DATA EXTRACT:
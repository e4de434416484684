// The page of the record an audit event is about: the trail's links and the home page's activity.

/** The page of the record an event is about, where it has one. */
export function entityHref(entity: string, entityId: string | null): string | null {
  if (!entityId) return null;
  const id = encodeURIComponent(entityId);
  switch (entity) {
    case "run":
      return `/runs/${id}`;
    case "calibration":
      return `/calibrations/${id}`;
    case "line_release":
      return `/lines?release=${id}`;
    case "notebook":
      return `/notebooks/${id}`;
    case "instrument":
      return `/instruments/${id}`;
    case "line":
      return `/lines/${id}`;
    default:
      return null;
  }
}
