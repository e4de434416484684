// The load bench's realistic lab: tops the demo team up to a busy lab's volume (instruments, spectra,
// runs in notebooks, a 300,000-line release, a long audit trail) by copying the demo's own rows in
// SQL, so that the routes under load read tables of a real size. Runs once per database: later runs
// of the bench find the counts reached and add nothing. Bench data only; never used by the app.
import pg from "pg";

/** The volume of the lab (issue: 10 instruments, 2,000 spectra, 5,000 runs, 300,000 lines, 100,000 audit events). */
export const LAB = {
  instruments: 10,
  spectra: 2_000,
  notebooks: 250,
  runs: 5_000,
  lines: 300_000,
  auditEvents: 100_000,
};

const ELEMENTS = (
  "Ag Al Ar As Au B Ba Be Bi C Ca Cd Ce Co Cr Cs Cu Dy Er Eu Fe Ga Gd Ge H He Hf Hg Ho In Ir K Kr La " +
  "Li Lu Mg Mn Mo N Na Nb Nd Ne Ni O Os P Pb Pd Pr Pt Rb Re Rh Ru S Sb Sc Se Si Sm Sn Sr Ta Tb Te Ti " +
  "Tl Tm V W Xe Y Yb Zn Zr"
).split(" ");

async function count(client, sql, params) {
  const { rows } = await client.query(sql, params);
  return Number(rows[0].n);
}

/** Copies `times` rows of `table` chosen round-robin from `sourceSql`, with some columns overridden by SQL expressions. */
async function copyRows(client, { table, sourceSql, params = [], times, overrides }) {
  if (times <= 0) return;
  const { rows } = await client.query(
    `SELECT column_name FROM information_schema.columns
      WHERE table_schema = 'public' AND table_name = $1 AND column_name <> 'id'
      ORDER BY ordinal_position`,
    [table],
  );
  const columns = rows.map((r) => r.column_name);
  const list = columns.map((c) => `"${c}"`).join(", ");
  const values = columns.map((c) => overrides[c] ?? `src."${c}"`).join(", ");
  await client.query(
    `WITH src_rows AS (SELECT row_number() OVER () - 1 AS k, s.* FROM (${sourceSql}) s),
          n AS (SELECT count(*) AS total FROM src_rows)
     INSERT INTO ${table} (${list})
     SELECT ${values}
       FROM generate_series(0, ${times - 1}) AS g(i)
       CROSS JOIN n
       JOIN src_rows src ON src.k = g.i % n.total`,
    params,
  );
}

/**
 * Tops up the team with the most runs to `LAB`'s volume. `url` is a superuser's connection to the
 * bench's database (the published release's lines are added with triggers set aside, as a seed would).
 */
export async function seedRealisticLab(url, log = () => {}) {
  const client = new pg.Client({ connectionString: url });
  await client.connect();
  try {
    const { rows: teams } = await client.query(
      "SELECT team_id FROM runs GROUP BY team_id ORDER BY count(*) DESC LIMIT 1",
    );
    if (!teams.length)
      throw new Error("the bench database has no runs to copy: seed the demo first");
    const teamId = teams[0].team_id;
    const started = Date.now();
    await client.query("BEGIN");

    const instruments = await count(
      client,
      "SELECT count(*) n FROM instruments WHERE team_id = $1",
      [teamId],
    );
    await copyRows(client, {
      table: "instruments",
      sourceSql: "SELECT * FROM instruments WHERE team_id = $1 ORDER BY created_at",
      params: [teamId],
      times: LAB.instruments - instruments,
      overrides: { name: `src.name || ' (bench ' || (g.i + 1) || ')'` },
    });

    const spectra = await count(
      client,
      "SELECT count(*) n FROM spectrum_files WHERE team_id = $1",
      [teamId],
    );
    // Copies stay on their source's instrument (its calibrations fit them), dated over the last year.
    await copyRows(client, {
      table: "spectrum_files",
      sourceSql:
        "SELECT * FROM spectrum_files WHERE team_id = $1 AND kind = 'sample' ORDER BY created_at",
      params: [teamId],
      times: LAB.spectra - spectra,
      overrides: {
        label: `src.label || ' #' || (g.i + 1)`,
        created_at: `now() - (g.i % 365) * interval '1 day'`,
      },
    });

    const notebooks = await count(client, "SELECT count(*) n FROM notebooks WHERE team_id = $1", [
      teamId,
    ]);
    await copyRows(client, {
      table: "notebooks",
      sourceSql: "SELECT * FROM notebooks WHERE team_id = $1 ORDER BY created_at LIMIT 1",
      params: [teamId],
      times: LAB.notebooks - notebooks,
      overrides: {
        title: `'Bench notebook ' || (g.i + 1)`,
        created_at: `now() - (g.i % 365) * interval '1 day'`,
      },
    });

    // Runs: the demo's analyses copied as drafts into the notebooks (each on its source's spectrum and calibration).
    const runs = await count(client, "SELECT count(*) n FROM runs WHERE team_id = $1", [teamId]);
    const toAdd = LAB.runs - runs;
    if (toAdd > 0) {
      await client.query(
        `CREATE TEMP TABLE bench_notebooks ON COMMIT DROP AS
           SELECT row_number() OVER (ORDER BY id) - 1 AS k, id FROM notebooks WHERE team_id = '${teamId}';
`,
      );
      const notebookCount = await count(client, "SELECT count(*) n FROM bench_notebooks");
      await copyRows(client, {
        table: "runs",
        sourceSql: `SELECT * FROM runs WHERE team_id = $1 AND amends_run_id IS NULL AND rerun_of_id IS NULL
                     ORDER BY created_at`,
        params: [teamId],
        times: toAdd,
        overrides: {
          notebook_id: `(SELECT id FROM bench_notebooks WHERE k = g.i % ${notebookCount})`,
          status: `'draft'`,
          version_number: "1",
          review_round: "0",
          requested_reviewer_id: "NULL",
          submitted_at: "NULL",
          signed_at: "NULL",
          lock_version: "0",
          created_at: `now() - (g.i % 365) * interval '1 day'`,
        },
      });
    }

    // Lines: the team's published release grows to LAB.lines (deterministic wavelengths and species).
    const { rows: releases } = await client.query(
      "SELECT id FROM line_releases WHERE team_id = $1 AND status = 'published' ORDER BY number DESC LIMIT 1",
      [teamId],
    );
    const lines = await count(client, "SELECT count(*) n FROM lines WHERE release_id = $1", [
      releases[0].id,
    ]);
    if (LAB.lines - lines > 0) {
      // A published release refuses new lines by trigger; a seed sets that aside for its own session.
      await client.query("SET LOCAL session_replication_role = replica");
      await client.query(
        `INSERT INTO lines (release_id, species, element, ion_stage, air_nm, vacuum_nm, uncertainty_nm,
                            intensity_flame, intensity_arc, intensity_spark, source)
         SELECT $1, e.symbol || CASE WHEN i % 3 = 0 THEN ' II' ELSE ' I' END, e.symbol,
                CASE WHEN i % 3 = 0 THEN 2 ELSE 1 END, w.air, w.air * 1.000277, 0.001,
                (i::bigint * 7919) % 1000, (i::bigint * 104729) % 1000, (i::bigint * 1299709) % 1000,
                'load bench, synthetic'
           FROM generate_series(1, $2::int) AS i
           CROSS JOIN LATERAL (SELECT 200 + 800 * ((i::bigint * 2654435761) % 4294967296) / 4294967296.0 AS air) w
           CROSS JOIN LATERAL (SELECT ($3::text[])[1 + i % ${ELEMENTS.length}] AS symbol) e`,
        [releases[0].id, LAB.lines - lines, ELEMENTS],
      );
      await client.query("SET LOCAL session_replication_role = origin");
    }

    // Audit: events in the team's chain (the chain trigger hashes each one, as for the app's own).
    const events = await count(client, "SELECT count(*) n FROM audit_events WHERE team_id = $1", [
      teamId,
    ]);
    if (LAB.auditEvents - events > 0) {
      await client.query(
        `INSERT INTO audit_events (actor_id, team_id, action, entity, entity_id, after, created_at)
         SELECT (SELECT user_id FROM memberships WHERE team_id = $1 ORDER BY user_id
                  OFFSET (i % (SELECT count(*) FROM memberships WHERE team_id = $1)) LIMIT 1),
                $1, (ARRAY['run.update', 'run.create', 'spectrum.upload', 'notebook.create'])[1 + i % 4],
                'run', gen_random_uuid()::text, jsonb_build_object('notes', 'bench ' || i),
                now() - interval '1 year' + i * interval '5 minutes'
           FROM generate_series(1, $2::int) AS i`,
        [teamId, LAB.auditEvents - events],
      );
    }
    await client.query("COMMIT");
    // The steady state of a lab, whose autovacuum has long passed over its tables: without the
    // visibility map a count over a release reads every heap page it touches (the line range's count,
    // 9,382 of 300,000 lines, took 85 ms instead of 1.7 ms by the index alone).
    await client.query("VACUUM (ANALYZE)");
    log(
      `Realistic lab: ${LAB.instruments} instruments, ${LAB.spectra} spectra, ${LAB.runs} runs, ` +
        `${LAB.lines} lines, ${LAB.auditEvents} audit events in the busiest team (${((Date.now() - started) / 1000).toFixed(0)} s to top up).`,
    );
    return teamId;
  } catch (error) {
    await client.query("ROLLBACK").catch(() => {});
    throw error;
  } finally {
    await client.end();
  }
}
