// toResponse: a lost or refused database connection answers 503 with Retry-After and a sentence (not
// a 500); a value PostgreSQL cannot store answers 400; a version conflict answers 409, and a form gets
// the same sentence; anything else unexpected stays a generic 500.
import { describe, expect, it, vi } from "vitest";
import { isDatabaseUnavailable } from "@/lib/database-unavailable";
import { toResponse } from "@/lib/errors";
import { formError } from "@/lib/validation/form-state";

function named(name: string, message = "x", extra: Record<string, unknown> = {}): Error {
  const error = new Error(message);
  error.name = name;
  return Object.assign(error, extra);
}

describe("database outages", () => {
  it.each([
    [
      "Sequelize's refused connection",
      named("SequelizeConnectionRefusedError", "connect ECONNREFUSED 127.0.0.1:5432"),
    ],
    ["Sequelize's pool timeout", named("SequelizeConnectionAcquireTimeoutError")],
    [
      "a dropped connection mid-query",
      named("SequelizeDatabaseError", "Connection terminated unexpectedly", {
        parent: new Error("Connection terminated unexpectedly"),
      }),
    ],
    [
      "the server shutting down (57P01)",
      named("SequelizeDatabaseError", "terminating connection", {
        parent: Object.assign(new Error("x"), { code: "57P01" }),
      }),
    ],
    [
      "the server starting up (57P03)",
      Object.assign(new Error("the database system is starting up"), { code: "57P03" }),
    ],
    ["a socket reset", Object.assign(new Error("read ECONNRESET"), { code: "ECONNRESET" })],
  ])("%s answers 503 with Retry-After", async (_name, error) => {
    const spy = vi.spyOn(console, "error").mockImplementation(() => {});
    expect(isDatabaseUnavailable(error)).toBe(true);
    const response = toResponse(error);
    spy.mockRestore();
    expect(response.status).toBe(503);
    expect(Number(response.headers.get("retry-after"))).toBeGreaterThan(0);
    const body = (await response.json()) as { error: { code: string; message: string } };
    expect(body.error.code).toBe("unavailable");
    expect(body.error.message).toMatch(/^The database is unreachable.*\.$/);
  });

  it("a constraint violation or a bug is not mistaken for an outage", () => {
    expect(
      isDatabaseUnavailable(
        named("SequelizeUniqueConstraintError", "duplicate key", {
          parent: Object.assign(new Error("x"), { code: "23505" }),
        }),
      ),
    ).toBe(false);
    expect(isDatabaseUnavailable(new TypeError("undefined is not a function"))).toBe(false);
    const spy = vi.spyOn(console, "error").mockImplementation(() => {});
    expect(toResponse(new TypeError("boom")).status).toBe(500);
    spy.mockRestore();
  });

  it("a value the database cannot store answers 400", () => {
    const error = named("SequelizeDatabaseError", "invalid byte sequence", {
      parent: Object.assign(new Error("x"), { code: "22021" }),
    });
    expect(toResponse(error).status).toBe(400);
  });
});

describe("version conflicts", () => {
  it("Sequelize's optimistic-lock error is a 409 conflict, and the same sentence in a form", async () => {
    const stale = named(
      "SequelizeOptimisticLockError",
      "Attempting to update a stale model instance",
    );
    const response = toResponse(stale);
    expect(response.status).toBe(409);
    const body = (await response.json()) as { error: { code: string; message: string } };
    expect(body.error.code).toBe("conflict");
    expect(body.error.message).toMatch(/^Someone else changed this record first/);
    expect(body.error.message).not.toMatch(/stale model/);
    expect(formError(stale)).toEqual({ message: body.error.message, fieldErrors: undefined });
  });

  it("a form re-throws what is not expected, to the error boundary", () => {
    const bug = new TypeError("boom");
    expect(() => formError(bug)).toThrow(bug);
  });
});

WHAT THE TASK ASKS: In this exercise, copy only the lines from the opening line of the material through the line where "import pg from" appears.

RESULT OF THIS EXERCISE:
repository e4de434416484684
// The page of the record an audit event is about: the trail's links and the home page's activity.

/** The page of the record an event is about, where it has one. */
export function entityHref(entity: string, entityId: string | null): string | null {
  if (!entityId) return null;
  const id = encodeURIComponent(entityId);
  switch (entity) {
    case "run":
      return `/runs/${id}`;
    case "calibration":
      return `/calibrations/${id}`;
    case "line_release":
      return `/lines?release=${id}`;
    case "notebook":
      return `/notebooks/${id}`;
    case "instrument":
      return `/instruments/${id}`;
    case "line":
      return `/lines/${id}`;
    default:
      return null;
  }
}
repository e4de434416484684
// The load bench's realistic lab: tops the demo team up to a busy lab's volume (instruments, spectra,
// runs in notebooks, a 300,000-line release, a long audit trail) by copying the demo's own rows in
// SQL, so that the routes under load read tables of a real size. Runs once per database: later runs
// of the bench find the counts reached and add nothing. Bench data only; never used by the app.
import pg from "pg";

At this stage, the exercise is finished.